Just been told by a Bud in the BA( British Army) that a member is missing, presumed captured...

If I get any more, I'll post it.


----------



## LibraryLady (Jul 4, 2011)

Ouch.  Prayers commencing.

LL


----------



## DA SWO (Jul 4, 2011)

Taliban say he died in a firefight.
World should know more in a day or so.


----------



## Crusader74 (Jul 4, 2011)

The soldier from 4SCOTS has been found dead. RIP.


----------



## Servimus (Jul 4, 2011)

RIP


----------



## AWP (Jul 4, 2011)

Blue Skies.
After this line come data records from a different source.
import { closeSync, openSync } from 'node:fs'
import type { Grid, GridWindow } from '../../../shared/science/grid'
import type { GridSource, GridVariable, LayerTime } from '../grid-source'
import { LayerRefused } from '../layer-refused'
import { coverageOf, periodTime } from './coverage-time'
import { type BandNotes, bandNotes, datasetItems } from './geotiff-bands'
import { geotiffGrid } from './geotiff-place'
import { checkDeclaredGrid, maxBands, maxChunkBytes } from './limits'
import { type Meaning, meaningOf } from './quantity'
import { numberIn, numbersIn, readTiffDirectories, type TiffDirectory, type TiffLayout, tags } from './tiff-directory'
import { sampleFormatOf, type TiffRaster, tiffRaster } from './tiff-raster'
import { canReadSamples } from './tiff-samples'
import { prepareUnpacking, tiffCompressions } from './tiff-unpack'
import { convertInPlace, describeConversion } from './values'
import { checkWindow } from './window'

interface Band {
  index: number
  notes: BandNotes
  meaning: Meaning
  noData: number | null
  variable: GridVariable
}

const reducedResolution = 1
const transparencyMask = 4

/** A GeoTIFF at its full resolution: each band is a variable with one step. */
export async function openGeotiff(path: string, fileName: string, fileSize: number): Promise<GridSource> {
  const descriptor = openSync(path, 'r')
  try {
    const layout = readTiffDirectories(descriptor, fileSize)
    const directory = layout.directories.find((item) => kindOf(item) === 0)
    if (!directory) throw new LayerRefused('no-grid', 'This TIFF file holds only previews.', { fileName })
    checkIsMeasurement(directory, fileName)
    checkDeclaredGrid(fileName, numberIn(directory, tags.height, 0), numberIn(directory, tags.width, 0), 1)
    const grid = geotiffGrid(directory, fileName)
    const dataset = datasetItems(directory)
    const warnings: string[] = []
    const bands = readBands(directory, dataset, grid, [timeOf(dataset)], warnings)
    const mask = maskOf(layout, directory, fileName)
    for (const item of mask ? [directory, mask] : [directory]) await prepareUnpacking(numberIn(item, tags.compression, 1))
    const raster = tiffRaster(descriptor, directory, layout.littleEndian, bands[0]?.noData ?? 0)
    const valid = mask && tiffRaster(descriptor, mask, layout.littleEndian, 0)
    return {
      format: 'geotiff',
      variables: bands.map(({ variable }) => variable),
      // Under the name that other formats say it by, unless the producer's own metadata says it.
      globalAttributes: { ...dateMade(directory), ...dataset },
      warnings,
      readWindow: async (name, step, window) => readWindow(raster, valid, bands, name, step, window),
      readFlags: async (name) => {
        throw new RangeError(`${name} has no flags`)
      },
      close: () => closeSync(descriptor),
    }
  } catch (error) {
    closeSync(descriptor)
    throw error
  }
}

function dateMade(directory: TiffDirectory): { date_created?: string } {
  const made = directory.get(tags.dateTime)
  return typeof made === 'string' && made.trim() !== '' ? { date_created: made.trim() } : {}
}

const kindOf = (directory: TiffDirectory) =>
  numberIn(directory, tags.subfileType, 0) & (reducedResolution | transparencyMask)

function checkIsMeasurement(directory: TiffDirectory, fileName: string): void {
  const photometric = numberIn(directory, tags.photometric, 1)
  if (photometric > 1) {
    throw new LayerRefused(
      'no-quantity',
      'This TIFF file is a picture (its numbers are colours), not measurements.',
      { fileName, photometric },
    )
  }
  const samples = numberIn(directory, tags.samples, 1)
  if (samples > maxBands) {
    throw new LayerRefused('too-large', `This TIFF file declares ${samples} bands; Offing reads up to ${maxBands}.`, {
      fileName, samples, maxBands,
    })
  }
  checkEncoding(directory, fileName)
  const tiled = directory.has(tags.tileWidth)
  const width = numberIn(directory, tiled ? tags.tileWidth : tags.width, 0)
  const height = tiled ? numberIn(directory, tags.tileHeight, 0) : blockRows(directory)
  const bytes = (width * height * numberIn(directory, tags.bits, 8) * samples) / 8
  if (bytes > maxChunkBytes) {
    throw new LayerRefused('too-large', `This TIFF file is stored in blocks of ${bytes} bytes, too large to unpack.`, {
      fileName, blockBytes: bytes, maxChunkBytes,
    })
  }
}

function checkEncoding(directory: TiffDirectory, fileName: string): void {
  const refuse = (what: string, facts: Record<string, unknown>) =>
    new LayerRefused('unsupported-encoding', `This TIFF file ${what}, which Offing does not read.`, { fileName, ...facts })
  const compression = numberIn(directory, tags.compression, 1)
  if (!tiffCompressions.has(compression)) {
    throw refuse(`is compressed with method number ${compression}`, { compression })
  }
  const bits = numberIn(directory, tags.bits, 1)
  const format = sampleFormatOf(directory)
  const mixed = [tags.bits, tags.sampleFormat].some((tag) => new Set(numbersIn(directory, tag)).size > 1)
  if (mixed || !canReadSamples(bits, format)) {
    throw refuse(mixed ? 'has bands of several number types' : `stores numbers of ${bits} bits in format ${format}`, {
      bits, format,
    })
  }
  const predictor = numberIn(directory, tags.predictor, 1)
  const fits = predictor === 1 || (predictor === 2 && bits >= 8) || (predictor === 3 && format === 3)
  if (!fits) throw refuse(`uses predictor ${predictor} for its type of number`, { predictor })
  if (numberIn(directory, tags.fillOrder, 1) !== 1) throw refuse('stores its bits in reversed order', {})
}

function blockRows(directory: TiffDirectory): number {
  const height = numberIn(directory, tags.height, 0)
  return Math.min(height, numberIn(directory, tags.rowsPerStrip, height))
}

function readBands(
  directory: TiffDirectory,
  dataset: Record<string, string>,
  grid: Grid,
  times: LayerTime[],
  warnings: string[],
): Band[] {
  // Extra samples marked as alpha say how see-through a picture is; they hold no measurement.
  const alphas = numbersIn(directory, tags.extraSamples).filter((kind) => kind === 1 || kind === 2).length
  const count = numberIn(directory, tags.samples, 1) - alphas
  const bands: Band[] = []
  const names = new Set<string>()
  for (let index = 0; index < count; index++) {
    const notes = bandNotes(directory, index, dataset)
    if (names.has(notes.name)) notes.name = `band ${index + 1}`
    names.add(notes.name)
    if (!Number.isFinite(notes.scale) || notes.scale === 0 || !Number.isFinite(notes.offset)) {
      throw new LayerRefused('damaged', `${notes.name} has an impossible scale or offset.`, { band: index + 1 })
    }
    const named = {
      name: notes.name, longName: notes.longName, standardName: notes.standardName, fileUnit: notes.unit,
    }
    const meaning = meaningOf({ ...named, wavelengthAttribute: null })
    if (meaning.warning) warnings.push(meaning.warning)
    const packed = notes.scale !== 1 || notes.offset !== 0
    bands.push({
      index,
      notes,
      meaning,
      noData: noDataOf(directory),
      variable: {
        ...named,
        unit: meaning.unit,
        conversion: describeConversion(packed ? `scale ${notes.scale}, offset ${notes.offset}` : null, meaning),
        quantity: meaning.quantity,
        wavelengthNm: meaning.wavelengthNm,
        validMin: null,
        validMax: null,
        grid,
        times,
        attributes: notes.items,
        dimensions: [{ name: 'row', size: grid.rows }, { name: 'column', size: grid.columns }],
      },
    })
  }
  return bands
}

function noDataOf(directory: TiffDirectory): number | null {
  const text = directory.get(tags.noData)
  if (typeof text !== 'string' || text.trim() === '') return null
  const value = /^[+-]?nan/i.test(text.trim()) ? NaN : Number(text.trim())
  const isFloat32 = numberIn(directory, tags.sampleFormat, 1) === 3 && numberIn(directory, tags.bits, 8) === 32
  return isFloat32 ? Math.fround(value) : value
}

/** GDAL may keep a mask of valid cells as an image of its own; without it masked cells would look measured. */
function maskOf({ directories }: TiffLayout, main: TiffDirectory, fileName: string): TiffDirectory | null {
  const mask = directories.find(
    (item) =>
      kindOf(item) === transparencyMask &&
      numberIn(item, tags.width, 0) === numberIn(main, tags.width, -1) &&
      numberIn(item, tags.height, 0) === numberIn(main, tags.height, -1),
  )
  if (mask) checkEncoding(mask, fileName)
  return mask ?? null
}

function timeOf(dataset: Record<string, string>): LayerTime {
  const coverage = coverageOf(dataset)
  if (!coverage) return { observedAt: null, endsAt: null, hasClock: false, from: 'none' }
  const from = 'global attribute'
  if (coverage.end !== null) return periodTime(coverage.start, coverage.end, null, from)
  return { observedAt: coverage.start, endsAt: null, hasClock: coverage.hasClock, from }
}

function readWindow(
  raster: TiffRaster,
  valid: TiffRaster | null,
  bands: Band[],
  name: string,
  step: number,
  window: GridWindow,
): Float64Array {
  const band = bands.find(({ variable }) => variable.name === name)
  if (!band) throw new RangeError(`the file has no band ${name}`)
  checkWindow(band.variable, step, window)
  const cells = window.rows * window.columns
  if (cells === 0) return new Float64Array(0)
  const values = unpacking(() => raster.read(band.index, window))
  const seen = valid && unpacking(() => valid.read(0, window))
  const { scale, offset } = band.notes
  for (let i = 0; i < cells; i++) {
    const value = values[i]!
    const missing = value === band.noData || !Number.isFinite(value) || seen?.[i] === 0
    values[i] = missing ? NaN : value * scale + offset
  }
  convertInPlace(values, band.meaning)
  return values
}

/** Whatever goes wrong while a block is unpacked becomes a refusal. */
function unpacking<T>(work: () => T): T {
  try {
    return work()
  } catch (error) {
    if (error instanceof LayerRefused) throw error
    const reason = error instanceof Error ? error.message : String(error)
    throw new LayerRefused('damaged', 'This TIFF file is damaged: its data cannot be read back whole.', {
      reason: reason.slice(0, 300),
    }, { cause: error })
  }
}
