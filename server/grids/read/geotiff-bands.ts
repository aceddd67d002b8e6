import { gdalItems } from './gdal-metadata'
import { type TiffDirectory, tags } from './tiff-directory'

/** What GDAL's metadata say of one band. */
export interface BandNotes {
  name: string
  longName: string | null
  standardName: string | null
  unit: string | null
  scale: number
  offset: number
  items: Record<string, string>
}

type Items = Record<string, string>

/** GDAL's metadata of the whole file. */
export function datasetItems(directory: TiffDirectory): Items {
  const items = itemsOf(directory, null)
  // Files translated from NetCDF keep the file-wide attributes behind this mark.
  return Object.fromEntries(Object.entries(items).map(([name, text]) => [name.replace(/^NC_GLOBAL#/, ''), text]))
}

export function bandNotes(directory: TiffDirectory, band: number, dataset: Items): BandNotes {
  const items = itemsOf(directory, band)
  const source = items['NETCDF_VARNAME'] ?? null
  const attribute = (name: string) => items[name] ?? (source === null ? undefined : dataset[`${source}#${name}`])
  const name = items['DESCRIPTION'] ?? source
  return {
    name: name ?? `band ${band + 1}`,
    longName: attribute('long_name') ?? null,
    standardName: attribute('standard_name') ?? null,
    unit: items['UNITTYPE'] ?? attribute('units') ?? null,
    scale: Number(items['SCALE'] ?? 1),
    offset: Number(items['OFFSET'] ?? 0),
    items,
  }
}

function itemsOf(directory: TiffDirectory, band: number | null): Items {
  const xml = directory.get(tags.metadata)
  if (typeof xml !== 'string') return {}
  return Object.fromEntries(gdalItems(xml).flatMap(({ name, sample, text }) => (sample === band ? [[name, text]] : [])))
}
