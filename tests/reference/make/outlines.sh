#!/bin/sh
# Two bays (one with a hole), written by GDAL's ogr2ogr in several coordinate systems and formats; sizes below 4 kB each.
# Debian: gdal-bin 3.6.2, zip. Run in tests/reference/outlines.
set -e
cat > bays.geojson <<'J'
{"type":"FeatureCollection","features":[
{"type":"Feature","properties":{"name":"Fjord of Ålesund"},"geometry":{"type":"Polygon","coordinates":[[[-12,50],[-11,50],[-11,51],[-12,51],[-12,50]],[[-11.6,50.4],[-11.6,50.6],[-11.4,50.6],[-11.4,50.4],[-11.6,50.4]]]}},
{"type":"Feature","properties":{"name":"Two parts"},"geometry":{"type":"MultiPolygon","coordinates":[[[[-10.8,50],[-10.6,50],[-10.6,50.2],[-10.8,50.2],[-10.8,50]]],[[[-10.5,50],[-10.3,50],[-10.3,50.2],[-10.5,50.2],[-10.5,50]]]]}}]}
J
for crs in 4326 32629 3035; do
  mkdir -p s && ogr2ogr -f 'ESRI Shapefile' -t_srs EPSG:$crs -lco ENCODING=UTF-8 s/bays.shp bays.geojson && (cd s && zip -q -X ../bays-$crs.zip bays.*) && rm -r s
done
ogr2ogr -f KML bays.kml bays.geojson -nln bays
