import type { GridVariable } from '../grid-source'
import type { Meaning } from './quantity'

type Conversion = Pick<Meaning, 'log10' | 'factor' | 'note'>

/** From the file's unpacked numbers to the unit Offing works in, in place; NaN stays NaN. */
export function convertInPlace(values: Float64Array, { log10, factor }: Conversion): void {
  if (log10) for (let i = 0; i < values.length; i++) values[i] = finite(10 ** values[i]! * factor)
  else if (factor !== 1) for (let i = 0; i < values.length; i++) values[i] = finite(values[i]! * factor)
}

const finite = (value: number): number => (Number.isFinite(value) ? value : NaN)

export function validLimits(
  validMin: number | null,
  validMax: number | null,
  conversion: Conversion,
): Pick<GridVariable, 'validMin' | 'validMax'> {
  const convert = (limit: number | null): number | null => {
    if (limit === null) return null
    const value = Float64Array.of(limit)
    convertInPlace(value, conversion)
    return Number.isFinite(value[0]) ? value[0]! : null
  }
  return { validMin: convert(validMin), validMax: convert(validMax) }
}

export function describeConversion(packingNote: string | null, { note }: Conversion): string | null {
  const notes = [packingNote, note].filter((part) => part !== null)
  return notes.length ? notes.join('; ') : null
}
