import proj4 from 'proj4'

export interface Projector {
  /** Degrees (WGS84) to the plane; null where the projection has no answer. */
  forward(longitude: number, latitude: number): [number, number] | null
  /** The plane to degrees (WGS84); null where the projection has no answer. */
  inverse(x: number, y: number): [number, number] | null
}

const projectors = new Map<string, Projector>()
const maxProjectors = 64

/** Both ways between longitude/latitude and the plane of a `TransformGrid.crs`. Throws on an unknown definition. */
export function projectTo(crs: string): Projector {
  const known = projectors.get(crs)
  if (known) return known
  const converter = proj4(crs)
  const attempt = (work: () => number[]): [number, number] | null => {
    try {
      const [a, b] = work()
      return a !== undefined && b !== undefined && Number.isFinite(a) && Number.isFinite(b) ? [a, b] : null
    } catch {
      // proj4 throws on points outside a projection's domain; such a point has no place, which is an answer.
      return null
    }
  }
  const projector: Projector = {
    forward: (longitude, latitude) => attempt(() => converter.forward([longitude, latitude])),
    inverse: (x, y) => attempt(() => converter.inverse([x, y])),
  }
  if (projectors.size >= maxProjectors) projectors.clear()
  projectors.set(crs, projector)
  return projector
}

/** From the plane of a crs to degrees. */
export function unprojectFrom(crs: string): Projector['inverse'] {
  return projectTo(crs).inverse
}
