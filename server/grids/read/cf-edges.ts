/** Cell edges from centres: midpoints, the outermost mirrored. Needs two centres. */
export function edgesFromCentres(centres: Float64Array): Float64Array {
  const n = centres.length
  const edges = new Float64Array(n + 1)
  for (let i = 1; i < n; i++) edges[i] = (centres[i - 1]! + centres[i]!) / 2
  edges[0] = 2 * centres[0]! - edges[1]!
  edges[n] = 2 * centres[n - 1]! - edges[n - 1]!
  return edges
}

/**
 * Cell edges from bounds (pairs, row-major), or null when the cells leave gaps or overlap, do not hold their
 * centres, or hold no numbers: such bounds can't be edges of a grid.
 */
export function edgesFromBounds(bounds: Float64Array, centres: Float64Array): Float64Array | null {
  const n = centres.length
  if (bounds.length !== 2 * n) return null
  const up = n > 1 ? centres[1]! > centres[0]! : bounds[1]! >= bounds[0]!
  const edges = new Float64Array(n + 1)
  for (let i = 0; i < n; i++) {
    const [a, b] = [bounds[2 * i]!, bounds[2 * i + 1]!]
    const [first, last] = a < b === up ? [a, b] : [b, a]
    const size = Math.abs(last - first)
    const centre = centres[i]!
    const slack = size * 1e-3
    if (!(size > 0) || centre < Math.min(a, b) - slack || centre > Math.max(a, b) + slack) return null
    if (i > 0 && Math.abs(edges[i]! - first) > slack) return null
    if (i === 0) edges[0] = first
    edges[i + 1] = last
  }
  return edges
}

/** Longitudes without the jump at 180 or 360: each step becomes the shorter way round. */
export function unwrapLongitudes(longitudes: Float64Array): Float64Array {
  const unwrapped = Float64Array.from(longitudes)
  let turn = 0
  for (let i = 1; i < unwrapped.length; i++) {
    const step = longitudes[i]! - longitudes[i - 1]!
    if (step > 180) turn -= 360
    else if (step < -180) turn += 360
    unwrapped[i] = longitudes[i]! + turn
  }
  return unwrapped
}

export function isMonotonic(values: Float64Array): boolean {
  const up = values.length < 2 || values[1]! > values[0]!
  for (let i = 1; i < values.length; i++) {
    if (up ? !(values[i]! > values[i - 1]!) : !(values[i]! < values[i - 1]!)) return false
  }
  return true
}
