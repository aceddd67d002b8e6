import type { Attribute, Dataset, Metadata } from 'h5wasm'
import { Module } from 'h5wasm/node'
import type { NumberType, RawAttribute, RawAttributes } from './raw-netcdf'

/** Bookkeeping of the format itself, no statement about the data. */
const internal = new Set([
  'DIMENSION_LIST', 'REFERENCE_LIST', 'CLASS', 'NAME', '_Netcdf4Dimid', '_Netcdf4Coordinates', '_NCProperties',
  '_nc3_strict',
])

/** Longest attribute taken; a longer one says nothing Offing needs and may be an attack. */
const maxAttributeBytes = 1024 * 1024

export function readAttributes(source: Pick<Dataset, 'attrs'>): RawAttributes {
  const attributes = new Map<string, RawAttribute>()
  const all = source.attrs
  for (const name of Object.keys(all)) {
    if (internal.has(name)) continue
    const attribute = all[name]!
    if (attribute.metadata.size * Math.max(1, attribute.metadata.total_size) > maxAttributeBytes) continue
    const raw = readAttribute(attribute)
    if (raw) attributes.set(name, raw)
  }
  return attributes
}

function readAttribute(attribute: Attribute): RawAttribute | null {
  const type = numberType(attribute.metadata)
  const isText = attribute.metadata.type === Module.H5T_class_t.H5T_STRING.value
  if (!type && !isText) return null
  const value = attribute.value
  const list = Array.isArray(value) || ArrayBuffer.isView(value) ? Array.from(value as ArrayLike<unknown>) : [value]
  if (isText) {
    const text = list.filter((item) => typeof item === 'string').join(' ')
    return { type: 'text', value: text.replace(/\0+$/, '') }
  }
  const numbers = list.map(Number)
  if (numbers.length === 0) return null
  return { type: type ?? 'f8', value: numbers.length === 1 ? numbers[0]! : numbers }
}

export function numberType(metadata: Metadata): NumberType | null {
  const classes = Module.H5T_class_t
  const { size, signed } = metadata
  if (metadata.type === classes.H5T_FLOAT.value) return size === 4 ? 'f4' : size === 8 ? 'f8' : null
  const isInteger = metadata.type === classes.H5T_INTEGER.value || metadata.type === classes.H5T_ENUM.value
  if (!isInteger) return null
  const letter = signed ? 'i' : 'u'
  return size === 1 || size === 2 || size === 4 || size === 8 ? `${letter}${size}` : null
}
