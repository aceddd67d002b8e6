/**
 * From a rotated grid's longitude and latitude to the true ones, in degrees. The rotated north pole stands at
 * (poleLon, poleLat); poleGridLon is the rotated longitude of the true pole. Source: CF conventions, appendix F.
 */
export function rotatedToTrue(
  { poleLat, poleLon, poleGridLon }: { poleLat: number; poleLon: number; poleGridLon: number },
): (lon: number, lat: number) => [lon: number, lat: number] {
  const radians = Math.PI / 180
  const [sinPole, cosPole] = [Math.sin(poleLat * radians), Math.cos(poleLat * radians)]
  return (lon, lat) => {
    const [east, up] = [(lon - poleGridLon) * radians, lat * radians]
    const x = Math.cos(up) * Math.cos(east)
    const y = Math.cos(up) * Math.sin(east)
    const z = Math.sin(up)
    // Seen from the rotated pole the true pole lies towards rotated longitude 0; turned upright it is the z axis.
    const upright = sinPole * x + cosPole * -z
    const trueLat = Math.asin(Math.max(-1, Math.min(1, cosPole * x + sinPole * z)))
    const trueLon = poleLon + 180 + Math.atan2(y, upright) / radians
    return [trueLon - 360 * Math.floor((trueLon + 180) / 360), trueLat / radians]
  }
}
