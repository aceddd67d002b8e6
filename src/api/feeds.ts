import { queryOptions, useMutation, useQueryClient } from '@tanstack/react-query'
import { endpoints } from '../../shared/schemas/endpoints'
import type { BodyInputOf } from '../../shared/schemas/endpoint'
import { call } from './call'

export const feedsQuery = () =>
  queryOptions({
    queryKey: ['feeds'],
    queryFn: ({ signal }) => call(endpoints.listFeeds, { query: { limit: 500 }, signal }),
  })

export const feedQuery = (id: number) =>
  queryOptions({
    queryKey: ['feeds', id],
    queryFn: ({ signal }) => call(endpoints.feed, { params: { id }, signal }),
  })

export type FeedChangeBody = BodyInputOf<typeof endpoints.changeFeed>

export function useCreateFeed() {
  const client = useQueryClient()
  return useMutation({
    mutationFn: (body: BodyInputOf<typeof endpoints.createFeed>) => call(endpoints.createFeed, { body }),
    onSuccess: async () => {
      await client.invalidateQueries({ queryKey: ['files'] })
      await client.invalidateQueries({ queryKey: ['feeds'] })
    },
  })
}

/** Several feeds of one waiting file at once. */
export function useConfirmFeeds(fileId: number) {
  const client = useQueryClient()
  return useMutation({
    mutationFn: (body: BodyInputOf<typeof endpoints.confirmFeeds>) => call(endpoints.confirmFeeds, { params: { id: fileId }, body }),
    onSuccess: async () => {
      await client.invalidateQueries({ queryKey: ['files'] })
      await client.invalidateQueries({ queryKey: ['feeds'] })
    },
  })
}

export function useChangeFeed(id: number) {
  const client = useQueryClient()
  return useMutation({
    mutationFn: (body: FeedChangeBody) => call(endpoints.changeFeed, { params: { id }, body }),
    onSuccess: () => client.invalidateQueries({ queryKey: ['feeds'] }),
  })
}
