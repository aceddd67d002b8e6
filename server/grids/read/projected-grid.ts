import type { CurvilinearGrid, TransformGrid } from '../../../shared/science/grid'
import { LayerRefused } from '../layer-refused'
import { readAxis, axisEdges } from './cf-axes'
import { roundDegrees } from './corner-places'
import type { Mapping } from './grid-mapping'
import { maxCurvedCells } from './limits'
import { unprojectFrom } from './project'
import { type RawNetcdf, type RawVariable, textOf } from './raw-netcdf'
import { rotatedToTrue } from './rotated-pole'

const evenShare = 1e-3

/**
 * The grid of projected x and y axes. Even axes keep their plane; uneven ones, and those of a rotated pole, become
 * cells with corners placed one by one.
 */
export function projectedGrid(
  file: RawNetcdf,
  y: RawVariable,
  x: RawVariable,
  mapping: Exclude<Mapping, { kind: 'degrees' }>,
  warnings: string[],
): TransformGrid | CurvilinearGrid {
  const scale = [x, y].map((axis) => planeUnits(axis, mapping))
  const [xEdges, yEdges] = [x, y].map((axis, i) =>
    axisEdges(file, axis, readAxis(file, axis), warnings).map((edge) => edge * scale[i]!),
  ) as [Float64Array, Float64Array]
  const [rows, columns] = [yEdges.length - 1, xEdges.length - 1]
  if (mapping.kind === 'proj4' && isEven(xEdges) && isEven(yEdges)) {
    const [x0, y0] = [xEdges[0]!, yEdges[0]!]
    const [dx, dy] = [(xEdges[columns]! - x0) / columns, (yEdges[rows]! - y0) / rows]
    return { kind: 'transform', rows, columns, transform: [x0, dx, 0, y0, 0, dy], crs: mapping.crs }
  }
  if (rows * columns > maxCurvedCells) {
    throw new LayerRefused('too-large', `The grid of ${y.name} and ${x.name} has more cells than Offing places one by one.`, { rows, columns })
  }
  const place = mapping.kind === 'proj4' ? unprojectFrom(mapping.crs) : rotatedToTrue(mapping)
  const count = (rows + 1) * (columns + 1)
  const corners = { lons: new Float64Array(count), lats: new Float64Array(count) }
  for (let i = 0; i < count; i++) {
    const [lon, lat] = place(xEdges[i % (columns + 1)]!, yEdges[Math.floor(i / (columns + 1))]!)
    corners.lons[i] = lon
    corners.lats[i] = lat
  }
  return { kind: 'curvilinear', rows, columns, cornerLons: roundDegrees(corners.lons), cornerLats: roundDegrees(corners.lats) }
}

function isEven(edges: Float64Array): boolean {
  const n = edges.length - 1
  const step = (edges[n]! - edges[0]!) / n
  return edges.every((edge, i) => Math.abs(edge - edges[0]! - i * step) <= evenShare * Math.abs(step))
}

const metres: Record<string, number> = {
  m: 1, meter: 1, meters: 1, metre: 1, metres: 1, km: 1000, kilometer: 1000, kilometers: 1000, kilometre: 1000, kilometres: 1000,
}
const radians: Record<string, number> = { rad: 1, radian: 1, radians: 1, microradian: 1e-6, microradians: 1e-6 }

/** What one unit of a coordinate is in the plane: metres, or degrees for a rotated pole. */
function planeUnits(axis: RawVariable, mapping: Exclude<Mapping, { kind: 'degrees' }>): number {
  const unit = textOf(axis.attributes, 'units')?.toLowerCase() ?? ''
  if (mapping.kind === 'rotated') {
    if (/^deg(ree)?s?(_?[ne](orth|ast)?)?$/.test(unit)) return 1
  } else if (mapping.angular !== null && radians[unit] !== undefined) {
    return radians[unit] * mapping.angular
  } else if (metres[unit] !== undefined) {
    return metres[unit]
  }
  throw new LayerRefused(
    'unknown-place',
    `The file does not say with certainty where its cells are: ${axis.name} has the unit "${unit || 'none'}", which its projection does not take.`,
    { variable: axis.name, unit },
  )
}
Terrible for him to die, but at least his mates have him and not those animals.


----------



## Diamondback 2/2 (Jul 4, 2011)

RIP


----------



## mike_cos (Jul 4, 2011)

RIP brother


----------



## DA SWO (Jul 4, 2011)

RIP.


----------



## Mac_NZ (Jul 4, 2011)

RIP, The Scots aren't known for being merciful when they are fucked off and I'd say they will be over this.


----------



## Teufel (Jul 4, 2011)

There may be more than meets the eye to this one.  There was no fire fight.


----------



## RackMaster (Jul 4, 2011)

RIP.


----------



## Servimus (Jul 4, 2011)

Teufel said:


> There may be more than meets the eye to this one. There was no fire fight.


I read that as well...Weird.


----------



## Chopstick (Jul 4, 2011)

So sorry to hear.  RIP.


----------



## Robal2pl (Jul 5, 2011)

Sad news. RIP.


----------